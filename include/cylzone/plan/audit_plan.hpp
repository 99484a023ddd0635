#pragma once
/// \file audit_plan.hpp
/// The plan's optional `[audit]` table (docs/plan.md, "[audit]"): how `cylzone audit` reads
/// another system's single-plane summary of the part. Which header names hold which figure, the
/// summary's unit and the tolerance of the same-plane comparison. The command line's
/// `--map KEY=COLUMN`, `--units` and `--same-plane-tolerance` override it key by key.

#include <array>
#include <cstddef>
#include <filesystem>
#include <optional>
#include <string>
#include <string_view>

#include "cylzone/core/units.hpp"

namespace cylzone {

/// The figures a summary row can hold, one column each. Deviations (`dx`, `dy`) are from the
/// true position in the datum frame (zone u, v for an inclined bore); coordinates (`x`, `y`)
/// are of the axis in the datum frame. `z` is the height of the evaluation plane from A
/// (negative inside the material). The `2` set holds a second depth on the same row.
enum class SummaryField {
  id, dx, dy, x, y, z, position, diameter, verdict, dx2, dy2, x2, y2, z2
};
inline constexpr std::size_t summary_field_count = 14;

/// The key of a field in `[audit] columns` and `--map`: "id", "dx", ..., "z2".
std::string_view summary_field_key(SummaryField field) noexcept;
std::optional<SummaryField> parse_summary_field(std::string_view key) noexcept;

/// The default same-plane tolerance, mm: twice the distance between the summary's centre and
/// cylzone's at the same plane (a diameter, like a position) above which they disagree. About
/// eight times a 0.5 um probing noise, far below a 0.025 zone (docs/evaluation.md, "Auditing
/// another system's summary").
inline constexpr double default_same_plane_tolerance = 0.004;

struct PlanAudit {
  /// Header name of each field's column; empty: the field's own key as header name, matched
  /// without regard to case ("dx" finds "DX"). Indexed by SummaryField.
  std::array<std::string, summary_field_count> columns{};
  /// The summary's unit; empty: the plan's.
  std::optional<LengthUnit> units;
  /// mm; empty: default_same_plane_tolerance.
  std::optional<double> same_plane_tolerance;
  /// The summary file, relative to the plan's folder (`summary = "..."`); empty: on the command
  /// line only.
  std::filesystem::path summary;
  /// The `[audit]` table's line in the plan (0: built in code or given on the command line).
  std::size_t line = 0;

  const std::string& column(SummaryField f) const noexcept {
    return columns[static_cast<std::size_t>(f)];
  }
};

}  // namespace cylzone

TASK STATEMENT: Take every line from the data above that holds "array" and copy it out.

SOLUTION FOR THIS TASK:
#include <array>
  std::array<std::string, summary_field_count> columns{};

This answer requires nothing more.